ASSIGNMENT:
Using the entries below, show all lines with the string "missingElement".

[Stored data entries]
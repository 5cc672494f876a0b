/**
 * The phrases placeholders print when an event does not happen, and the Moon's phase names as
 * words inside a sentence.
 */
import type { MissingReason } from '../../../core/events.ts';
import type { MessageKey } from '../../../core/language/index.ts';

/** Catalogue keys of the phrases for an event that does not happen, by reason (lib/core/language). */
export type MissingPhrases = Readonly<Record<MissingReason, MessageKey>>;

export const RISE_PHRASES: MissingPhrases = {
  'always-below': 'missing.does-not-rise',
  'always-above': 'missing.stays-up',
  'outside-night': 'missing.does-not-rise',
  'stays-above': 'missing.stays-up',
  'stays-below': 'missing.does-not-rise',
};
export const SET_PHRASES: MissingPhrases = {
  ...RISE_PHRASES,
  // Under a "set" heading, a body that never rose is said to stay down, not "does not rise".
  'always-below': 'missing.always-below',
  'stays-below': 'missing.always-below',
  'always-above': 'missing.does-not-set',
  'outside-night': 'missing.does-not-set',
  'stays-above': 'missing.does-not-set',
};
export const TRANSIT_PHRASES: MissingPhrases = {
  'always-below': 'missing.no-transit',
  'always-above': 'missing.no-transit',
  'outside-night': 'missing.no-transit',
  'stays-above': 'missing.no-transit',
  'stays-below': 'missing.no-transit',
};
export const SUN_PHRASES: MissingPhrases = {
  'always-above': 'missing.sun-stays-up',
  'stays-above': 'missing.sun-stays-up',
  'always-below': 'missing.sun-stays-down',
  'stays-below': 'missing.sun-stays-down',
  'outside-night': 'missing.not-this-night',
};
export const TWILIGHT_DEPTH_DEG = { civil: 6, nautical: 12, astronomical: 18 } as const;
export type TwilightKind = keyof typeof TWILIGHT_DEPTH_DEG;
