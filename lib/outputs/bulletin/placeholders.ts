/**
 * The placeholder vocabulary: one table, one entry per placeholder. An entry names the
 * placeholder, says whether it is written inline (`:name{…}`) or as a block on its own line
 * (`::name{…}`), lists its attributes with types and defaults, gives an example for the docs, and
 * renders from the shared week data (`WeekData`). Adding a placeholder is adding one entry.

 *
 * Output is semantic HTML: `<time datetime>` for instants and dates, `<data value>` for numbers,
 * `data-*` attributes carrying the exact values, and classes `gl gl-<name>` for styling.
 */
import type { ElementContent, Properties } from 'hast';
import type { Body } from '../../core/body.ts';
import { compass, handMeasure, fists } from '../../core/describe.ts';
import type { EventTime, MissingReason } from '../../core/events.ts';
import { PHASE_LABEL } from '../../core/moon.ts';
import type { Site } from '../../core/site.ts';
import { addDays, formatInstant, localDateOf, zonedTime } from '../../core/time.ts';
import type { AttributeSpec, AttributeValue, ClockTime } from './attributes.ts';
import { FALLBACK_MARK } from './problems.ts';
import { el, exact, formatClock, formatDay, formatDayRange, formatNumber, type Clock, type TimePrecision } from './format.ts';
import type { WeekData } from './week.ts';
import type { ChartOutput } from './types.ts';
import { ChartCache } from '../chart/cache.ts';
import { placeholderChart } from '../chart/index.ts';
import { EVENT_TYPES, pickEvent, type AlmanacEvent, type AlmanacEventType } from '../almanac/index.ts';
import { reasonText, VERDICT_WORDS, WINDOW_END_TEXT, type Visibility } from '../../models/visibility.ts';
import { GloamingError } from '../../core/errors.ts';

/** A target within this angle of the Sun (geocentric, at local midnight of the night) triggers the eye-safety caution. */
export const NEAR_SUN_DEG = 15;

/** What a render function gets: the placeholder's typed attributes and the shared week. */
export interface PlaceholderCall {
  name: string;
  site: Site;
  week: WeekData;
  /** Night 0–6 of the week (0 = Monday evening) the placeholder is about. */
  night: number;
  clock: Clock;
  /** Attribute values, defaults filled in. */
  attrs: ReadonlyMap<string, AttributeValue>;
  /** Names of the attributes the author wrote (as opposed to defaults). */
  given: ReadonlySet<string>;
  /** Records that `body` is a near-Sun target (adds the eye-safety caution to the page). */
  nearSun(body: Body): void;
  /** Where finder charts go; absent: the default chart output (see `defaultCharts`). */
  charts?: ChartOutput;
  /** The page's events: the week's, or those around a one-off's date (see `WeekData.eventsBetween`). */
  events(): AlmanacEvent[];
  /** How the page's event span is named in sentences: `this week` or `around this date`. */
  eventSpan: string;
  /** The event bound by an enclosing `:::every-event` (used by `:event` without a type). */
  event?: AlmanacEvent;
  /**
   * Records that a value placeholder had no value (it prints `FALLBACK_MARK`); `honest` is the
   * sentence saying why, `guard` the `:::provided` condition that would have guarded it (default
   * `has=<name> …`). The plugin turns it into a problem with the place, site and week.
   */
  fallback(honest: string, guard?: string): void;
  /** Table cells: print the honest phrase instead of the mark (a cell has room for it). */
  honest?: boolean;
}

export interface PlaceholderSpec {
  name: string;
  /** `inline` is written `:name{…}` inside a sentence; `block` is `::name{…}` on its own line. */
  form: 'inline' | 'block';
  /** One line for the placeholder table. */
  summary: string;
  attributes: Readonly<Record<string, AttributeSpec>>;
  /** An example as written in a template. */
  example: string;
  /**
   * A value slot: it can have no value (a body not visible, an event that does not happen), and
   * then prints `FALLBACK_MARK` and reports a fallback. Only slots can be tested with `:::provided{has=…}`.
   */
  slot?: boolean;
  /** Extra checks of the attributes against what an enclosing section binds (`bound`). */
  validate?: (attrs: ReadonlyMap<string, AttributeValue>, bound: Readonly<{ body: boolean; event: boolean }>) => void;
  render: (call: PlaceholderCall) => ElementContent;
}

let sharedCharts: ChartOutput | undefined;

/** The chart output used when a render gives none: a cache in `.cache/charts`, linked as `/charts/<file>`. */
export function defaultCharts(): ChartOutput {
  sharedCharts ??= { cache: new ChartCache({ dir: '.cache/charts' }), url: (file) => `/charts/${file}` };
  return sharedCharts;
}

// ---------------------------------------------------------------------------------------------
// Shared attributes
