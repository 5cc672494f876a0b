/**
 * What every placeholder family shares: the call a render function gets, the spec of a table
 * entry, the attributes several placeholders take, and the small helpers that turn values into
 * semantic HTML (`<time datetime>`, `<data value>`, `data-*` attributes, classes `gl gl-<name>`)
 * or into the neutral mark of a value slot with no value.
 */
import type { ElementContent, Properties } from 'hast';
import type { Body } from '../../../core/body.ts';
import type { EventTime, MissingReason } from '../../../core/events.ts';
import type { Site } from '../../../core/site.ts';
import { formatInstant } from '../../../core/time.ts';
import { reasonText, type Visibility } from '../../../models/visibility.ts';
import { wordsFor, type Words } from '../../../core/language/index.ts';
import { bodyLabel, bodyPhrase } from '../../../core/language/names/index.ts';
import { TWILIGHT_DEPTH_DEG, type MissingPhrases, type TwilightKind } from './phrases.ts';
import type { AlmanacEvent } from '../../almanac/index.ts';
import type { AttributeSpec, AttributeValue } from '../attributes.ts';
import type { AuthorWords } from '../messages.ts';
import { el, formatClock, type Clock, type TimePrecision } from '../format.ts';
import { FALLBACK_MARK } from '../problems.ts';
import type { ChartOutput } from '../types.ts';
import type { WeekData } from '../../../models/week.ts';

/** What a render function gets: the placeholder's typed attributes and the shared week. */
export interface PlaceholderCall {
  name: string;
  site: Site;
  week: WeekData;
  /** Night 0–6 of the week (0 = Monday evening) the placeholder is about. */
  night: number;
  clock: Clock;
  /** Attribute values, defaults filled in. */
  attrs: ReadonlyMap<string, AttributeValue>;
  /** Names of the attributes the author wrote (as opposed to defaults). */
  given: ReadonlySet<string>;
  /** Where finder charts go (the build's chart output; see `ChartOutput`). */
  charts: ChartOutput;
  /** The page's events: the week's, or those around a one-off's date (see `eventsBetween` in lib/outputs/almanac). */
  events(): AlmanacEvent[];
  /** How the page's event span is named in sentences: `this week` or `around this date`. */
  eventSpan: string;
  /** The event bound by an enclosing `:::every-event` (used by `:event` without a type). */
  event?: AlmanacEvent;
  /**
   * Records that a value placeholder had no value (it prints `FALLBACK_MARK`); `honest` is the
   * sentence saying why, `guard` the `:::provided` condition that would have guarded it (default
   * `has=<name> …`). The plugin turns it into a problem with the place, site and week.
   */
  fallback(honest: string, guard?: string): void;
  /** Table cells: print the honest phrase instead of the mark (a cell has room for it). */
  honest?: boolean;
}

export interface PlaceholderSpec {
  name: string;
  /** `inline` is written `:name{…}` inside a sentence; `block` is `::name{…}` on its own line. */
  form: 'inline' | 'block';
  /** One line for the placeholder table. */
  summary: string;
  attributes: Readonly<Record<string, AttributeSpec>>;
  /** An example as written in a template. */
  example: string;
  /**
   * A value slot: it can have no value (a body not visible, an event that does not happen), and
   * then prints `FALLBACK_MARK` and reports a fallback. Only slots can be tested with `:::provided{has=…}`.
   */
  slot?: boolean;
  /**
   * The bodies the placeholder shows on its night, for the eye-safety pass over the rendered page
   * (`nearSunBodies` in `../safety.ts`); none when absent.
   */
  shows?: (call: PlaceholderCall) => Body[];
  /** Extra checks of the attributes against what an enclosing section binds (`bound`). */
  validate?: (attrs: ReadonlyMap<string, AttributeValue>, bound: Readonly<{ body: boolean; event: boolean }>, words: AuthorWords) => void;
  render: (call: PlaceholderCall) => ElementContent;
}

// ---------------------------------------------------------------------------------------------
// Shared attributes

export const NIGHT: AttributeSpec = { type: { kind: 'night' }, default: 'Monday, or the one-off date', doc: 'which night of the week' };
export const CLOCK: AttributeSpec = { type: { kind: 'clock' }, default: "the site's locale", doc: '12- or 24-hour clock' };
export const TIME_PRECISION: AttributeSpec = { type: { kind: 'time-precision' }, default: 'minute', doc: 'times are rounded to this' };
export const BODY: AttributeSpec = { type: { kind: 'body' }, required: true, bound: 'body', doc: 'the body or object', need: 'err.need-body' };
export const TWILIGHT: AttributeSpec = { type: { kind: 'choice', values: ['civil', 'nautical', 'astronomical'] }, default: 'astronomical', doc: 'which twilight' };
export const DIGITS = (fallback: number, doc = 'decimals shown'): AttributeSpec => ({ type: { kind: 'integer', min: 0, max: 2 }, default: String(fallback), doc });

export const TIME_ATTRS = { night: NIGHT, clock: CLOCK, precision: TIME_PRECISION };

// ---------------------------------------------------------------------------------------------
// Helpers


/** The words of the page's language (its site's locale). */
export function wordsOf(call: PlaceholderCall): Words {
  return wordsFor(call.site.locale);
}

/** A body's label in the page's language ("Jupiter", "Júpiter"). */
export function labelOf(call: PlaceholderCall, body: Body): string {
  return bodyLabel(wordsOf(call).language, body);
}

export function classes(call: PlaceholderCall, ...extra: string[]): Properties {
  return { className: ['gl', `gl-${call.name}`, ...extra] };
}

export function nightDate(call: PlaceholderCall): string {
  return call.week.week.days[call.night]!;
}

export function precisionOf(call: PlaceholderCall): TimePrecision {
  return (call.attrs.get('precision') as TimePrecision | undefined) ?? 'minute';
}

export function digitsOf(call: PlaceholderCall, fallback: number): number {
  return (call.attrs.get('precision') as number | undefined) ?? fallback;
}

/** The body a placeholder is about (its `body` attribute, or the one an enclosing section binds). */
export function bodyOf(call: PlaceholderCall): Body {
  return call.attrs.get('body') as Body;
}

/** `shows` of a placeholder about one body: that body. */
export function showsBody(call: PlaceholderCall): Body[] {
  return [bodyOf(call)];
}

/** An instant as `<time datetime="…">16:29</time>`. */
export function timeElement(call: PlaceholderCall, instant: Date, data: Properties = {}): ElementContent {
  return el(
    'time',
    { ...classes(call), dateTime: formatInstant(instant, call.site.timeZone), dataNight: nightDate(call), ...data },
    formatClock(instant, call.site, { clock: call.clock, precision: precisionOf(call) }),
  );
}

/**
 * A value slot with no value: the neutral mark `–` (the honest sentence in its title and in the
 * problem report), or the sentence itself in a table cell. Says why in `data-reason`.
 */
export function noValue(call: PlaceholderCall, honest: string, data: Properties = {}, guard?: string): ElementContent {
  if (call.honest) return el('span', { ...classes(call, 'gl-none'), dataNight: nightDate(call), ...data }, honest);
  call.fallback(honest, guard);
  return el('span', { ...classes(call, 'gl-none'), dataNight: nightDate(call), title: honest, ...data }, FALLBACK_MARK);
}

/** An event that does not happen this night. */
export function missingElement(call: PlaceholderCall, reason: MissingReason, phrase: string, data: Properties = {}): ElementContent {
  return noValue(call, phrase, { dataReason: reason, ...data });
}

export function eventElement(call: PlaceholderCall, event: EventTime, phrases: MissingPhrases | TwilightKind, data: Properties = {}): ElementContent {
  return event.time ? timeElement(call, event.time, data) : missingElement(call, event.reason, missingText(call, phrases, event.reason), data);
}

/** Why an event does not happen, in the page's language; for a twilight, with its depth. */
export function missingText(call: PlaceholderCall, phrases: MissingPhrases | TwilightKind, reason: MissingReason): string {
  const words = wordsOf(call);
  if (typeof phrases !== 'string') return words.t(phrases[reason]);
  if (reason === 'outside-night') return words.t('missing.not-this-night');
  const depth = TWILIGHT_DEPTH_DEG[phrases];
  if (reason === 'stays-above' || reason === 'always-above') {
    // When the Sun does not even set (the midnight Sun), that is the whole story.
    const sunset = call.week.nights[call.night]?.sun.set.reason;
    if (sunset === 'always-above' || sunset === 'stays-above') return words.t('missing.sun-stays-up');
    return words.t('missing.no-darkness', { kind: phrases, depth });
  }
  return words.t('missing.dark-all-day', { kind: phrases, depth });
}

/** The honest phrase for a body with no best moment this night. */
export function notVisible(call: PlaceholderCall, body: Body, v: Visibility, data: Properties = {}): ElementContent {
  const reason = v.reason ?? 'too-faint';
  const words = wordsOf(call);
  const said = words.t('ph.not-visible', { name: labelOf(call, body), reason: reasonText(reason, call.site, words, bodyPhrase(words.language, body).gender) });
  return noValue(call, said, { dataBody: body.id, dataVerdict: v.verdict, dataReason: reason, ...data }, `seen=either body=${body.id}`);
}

WRITTEN RESPONSE:
export function missingElement(call: PlaceholderCall, reason: MissingReason, phrase: string, data: Properties = {}): ElementContent {
  return event.time ? timeElement(call, event.time, data) : missingElement(call, event.reason, missingText(call, phrases, event.reason), data);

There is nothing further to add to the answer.